* **Exercise prompt**: There is one span to output from the data below: the lines starting at the line with "return WindowJudgement.Of(expected, corrected)" and ending at the line with "when request.BatchAlert =>". Output it exactly, ends included, nothing more.

(Collected data)
◇ ◇ ◇ ◇ ◇ ◇ ◇

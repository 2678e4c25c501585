import { randomBytes } from 'node:crypto';
import path from 'node:path';
import { readConfig } from '../../../server/config';
import { makeDeps } from '../../../server/makeDeps';
import { startServerProcess, type ServerProcess } from '../../support/serverProcess';
import { createTestDatabase } from '../../support/testDatabase';
import type { TestServer } from './testServer';

/** The server in a process of its own, which a test may kill; its callers and tablets are those of every other test. */
export interface RealServer extends TestServer {
  process: ServerProcess;
}

/** Lines of the server's log at level error, which say what a 500 or a 503 was about. */
export const errorLines = (log: string): string[] => log.split('\n').filter((line) => line.includes('"level":50'));

/**
 * Starts it on a database of its own, with the built pages if asked for. `deps` are the test's own connection to the same
 * database, for making shops; they share nothing with the server's memory. Its clock is the real one.
 */
export const startRealServer = async ({ pages = false } = {}): Promise<RealServer> => {
  const database = await createTestDatabase();
  const APP_SECRET = randomBytes(32).toString('hex');
  const process = await startServerProcess({ database, pages, environment: { APP_SECRET } });
  const config = readConfig({
    NODE_ENV: 'test',
    DATABASE_URL: database.appUrl,
    APP_SECRET,
    PUBLIC_URL: process.url,
    BLOB_DIR: process.blobFolder,
    DIST_DIR: path.join(process.blobFolder, '../dist'),
    LOG_LEVEL: 'silent',
  });
  const deps = makeDeps(config);
  return {
    process,
    deps,
    database,
    url: `http://127.0.0.1:${process.port}`,
    get errors() {
      return errorLines(process.log());
    },
    pass: () => {
      throw new Error('the clock of a real server is the real one');
    },
    async close() {
      await deps.client.close();
      await process.close();
      database.drop();
    },
  };
};
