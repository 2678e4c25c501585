import { setTimeout as sleep } from 'node:timers/promises';
import pg from 'pg';
import type { TestServer } from './testServer';

/** Holds the row that every transaction of a shop needs last: what is under way has inserted, and cannot commit. */
export interface ShopLock {
  /** Waits until so many transactions of the server wait, and answers how many of them have inserted events. */
  untilWaiting(count: number): Promise<{ inserted: number }>;
  /** Lets them go on. */
  release(): Promise<void>;
}

const WAITING = `
  select a.pid, exists (
    select from pg_locks l where l.pid = a.pid and l.granted and l.mode = 'RowExclusiveLock'
      and l.relation = 'walk_events'::regclass
  ) as inserted
  from pg_stat_activity a where a.datname = current_database() and a.usename = 'boltwalk_app' and a.wait_event_type = 'Lock'`;

const connected = async (server: TestServer): Promise<pg.Client> => {
  const client = new pg.Client({ connectionString: server.database.superUrl });
  client.on('error', () => undefined); // the database itself may be killed meanwhile
  await client.connect();
  return client;
};

/** Takes the row lock of a shop's catalogue counter on a connection of its own. */
export const holdShop = async (server: TestServer, shop: string): Promise<ShopLock> => {
  const holder = await connected(server);
  await holder.query('begin');
  await holder.query(`select value from shop_counters where shop_id = $1 and name = 'catalogue' for update`, [shop]);
  const release = () => holder.end().catch(() => undefined);
  return {
    release,
    async untilWaiting(count) {
      // A connection of its own: within a transaction the list of what runs stays as it was first seen.
      const watcher = await connected(server);
      try {
        for (let tries = 0; tries < 400; tries += 1) {
          const { rows } = await watcher.query<{ inserted: boolean }>(WAITING);
          if (rows.length >= count) return { inserted: rows.filter(({ inserted }) => inserted).length };
          await sleep(25);
        }
      } finally {
        await watcher.end();
      }
      await release();
      throw new Error(`fewer than ${count} transactions wait for the shop`);
    },
  };
};

/** Waits until no connection of the server is left in a transaction: what it had begun is committed or rolled back. */
export const untilSettled = async (server: TestServer): Promise<void> => {
  const client = await connected(server);
  try {
    for (let tries = 0; tries < 400; tries += 1) {
      const { rows } = await client.query(
        `select from pg_stat_activity where datname = current_database() and usename = 'boltwalk_app' and xact_start is not null`,
      );
      if (rows.length === 0) return;
      await sleep(25);
    }
    throw new Error('a transaction of the server does not end');
  } finally {
    await client.end();
  }
};
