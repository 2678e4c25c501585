import { expect, it } from 'vitest';
import { hasRight, isRole, rightsOf, ROLES, type Right, type Role } from './roles';

/** The rights table of the specification, read off row by row: t, s, c, k, a. */
const TABLE: [string, Right[]][] = [
  ['tscka', ['see']],
  ['ts', ['walk', 'sign']],
  ['s', ['accept', 'skipWait', 'override', 'countersign', 'sendBack', 'voidWalk']],
  ['s', ['writeProcedure', 'approveProcedure']],
  ['tsc', ['keepJobs']],
  ['sc', ['keepProofs']],
  ['sk', ['keepWrenches']],
  ['a', ['administer']],
];
const LETTER: Record<Role, string> = { technician: 't', supervisor: 's', clerk: 'c', keeper: 'k', admin: 'a' };

it.each(TABLE.flatMap(([letters, rights]) => rights.map((right) => [right, letters] as const)))(
  'gives %s to %s and nobody else',
  (right, letters) => {
    expect(
      ROLES.filter((role) => hasRight([role], right))
        .map((role) => LETTER[role])
        .join(''),
    ).toBe(letters);
  },
);

it('adds roles up', () => {
  const both = rightsOf(['clerk', 'keeper']);
  expect([...both].sort()).toEqual(['keepJobs', 'keepProofs', 'keepWrenches', 'see']);
  expect(hasRight(['clerk', 'keeper'], 'keepWrenches')).toBe(true);
  expect(hasRight([], 'see')).toBe(false);
});

it('knows roles by name', () => expect(['admin', 'toString', ''].map(isRole)).toEqual([true, false, false]));
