using ClubBench.Planning.Figures;
using ClubBench.Planning.Plans;

namespace ClubBench.Planning.Advising;

/// <summary>The advice every stage kind gives unless it knows better: judge the last reading against its window, name a likely slip,
/// apply the one turn rule to windings, otherwise the kind's own ladder.</summary>
public static class ReadingAdvice
{
    /// <summary>Advice on the last reading of the request. Throws when there is none.</summary>
    public static Advice Give(AdviceRequest request)
    {
        if (request.Readings.Count == 0) throw new ArgumentException("There is no reading to advise on.", nameof(request));
        var reading = request.Readings[^1];
        var expected = request.Plan.Expected.FirstOrDefault(e => e.Point == reading.Point);
        if (expected is null || reading.Instrument is null) return new Advice(ReadingVerdict.Noted, [], NextPoint(request, reading), [], "noted");
        var corrected = CorrectedReading.Of(reading, request.Instruments);
        return WindowJudgement.Of(expected, corrected) switch
        {
            { Verdict: ReadingVerdict.Doubtful } j => Doubtful(expected, reading, corrected, j),
            _ when expected.Winding is not null => WindingAdvice.Give(request, expected, corrected, NextPoint(request, reading)),
            var j => ByWindow(request, expected, corrected, j, NextPoint(request, reading)),
        };
    }

    private static Advice Doubtful(ExpectedReading expected, Reading reading, CorrectedReading corrected, WindowJudgement judgement)
    {
        var figures = ReadingFigures.Of(expected, corrected);
        var step = judgement.LikelySi is { } likely
            ? new Step("advice.did-you-mean", [.. figures, Figure.Of("likely", expected.Kind, likely)])
            : new Step("advice.read-again", figures);
        return new Advice(ReadingVerdict.Doubtful, [step], reading.Point, [], "slip");
    }

    private static Advice ByWindow(AdviceRequest request, ExpectedReading expected, CorrectedReading corrected, WindowJudgement judgement, string? next)
    {
        var figures = ReadingFigures.Of(expected, corrected);
        return judgement.Verdict switch
        {
            ReadingVerdict.Good => new Advice(ReadingVerdict.Good, [], next, [], "window"),
            ReadingVerdict.NearEdge => new Advice(ReadingVerdict.NearEdge, [new Step("advice.near-edge", figures)], next, [], "window"),
            _ when request.BatchAlert => new Advice(ReadingVerdict.Out, [new Step("advice.batch-off", figures)], next, [], "batch"),
            _ => new Advice(ReadingVerdict.Out, [.. request.Plan.Card.Notes.IfOutside.Select(l => new Step(l.Code, [.. l.Figures, .. figures]))], expected.Point, [], "window"),
        };
    }

    private static string? NextPoint(AdviceRequest request, Reading reading)
    {
        var read = request.Readings.Where(r => r.Instrument is not null).Select(r => r.Point).Append(reading.Point).ToHashSet(StringComparer.Ordinal);
        return request.Plan.Expected.Select(e => e.Point).FirstOrDefault(p => !read.Contains(p));
    }
}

◇ ◇ ◇ ◇ ◇ ◇ ◇

* **Response to this task**:
        return WindowJudgement.Of(expected, corrected) switch
        {
            { Verdict: ReadingVerdict.Doubtful } j => Doubtful(expected, reading, corrected, j),
            _ when expected.Winding is not null => WindingAdvice.Give(request, expected, corrected, NextPoint(request, reading)),
            var j => ByWindow(request, expected, corrected, j, NextPoint(request, reading)),
        };
    }

    private static Advice Doubtful(ExpectedReading expected, Reading reading, CorrectedReading corrected, WindowJudgement judgement)
    {
        var figures = ReadingFigures.Of(expected, corrected);
        var step = judgement.LikelySi is { } likely
            ? new Step("advice.did-you-mean", [.. figures, Figure.Of("likely", expected.Kind, likely)])
            : new Step("advice.read-again", figures);
        return new Advice(ReadingVerdict.Doubtful, [step], reading.Point, [], "slip");
    }

    private static Advice ByWindow(AdviceRequest request, ExpectedReading expected, CorrectedReading corrected, WindowJudgement judgement, string? next)
    {
        var figures = ReadingFigures.Of(expected, corrected);
        return judgement.Verdict switch
        {
            ReadingVerdict.Good => new Advice(ReadingVerdict.Good, [], next, [], "window"),
            ReadingVerdict.NearEdge => new Advice(ReadingVerdict.NearEdge, [new Step("advice.near-edge", figures)], next, [], "window"),
            _ when request.BatchAlert => new Advice(ReadingVerdict.Out, [new Step("advice.batch-off", figures)], next, [], "batch"),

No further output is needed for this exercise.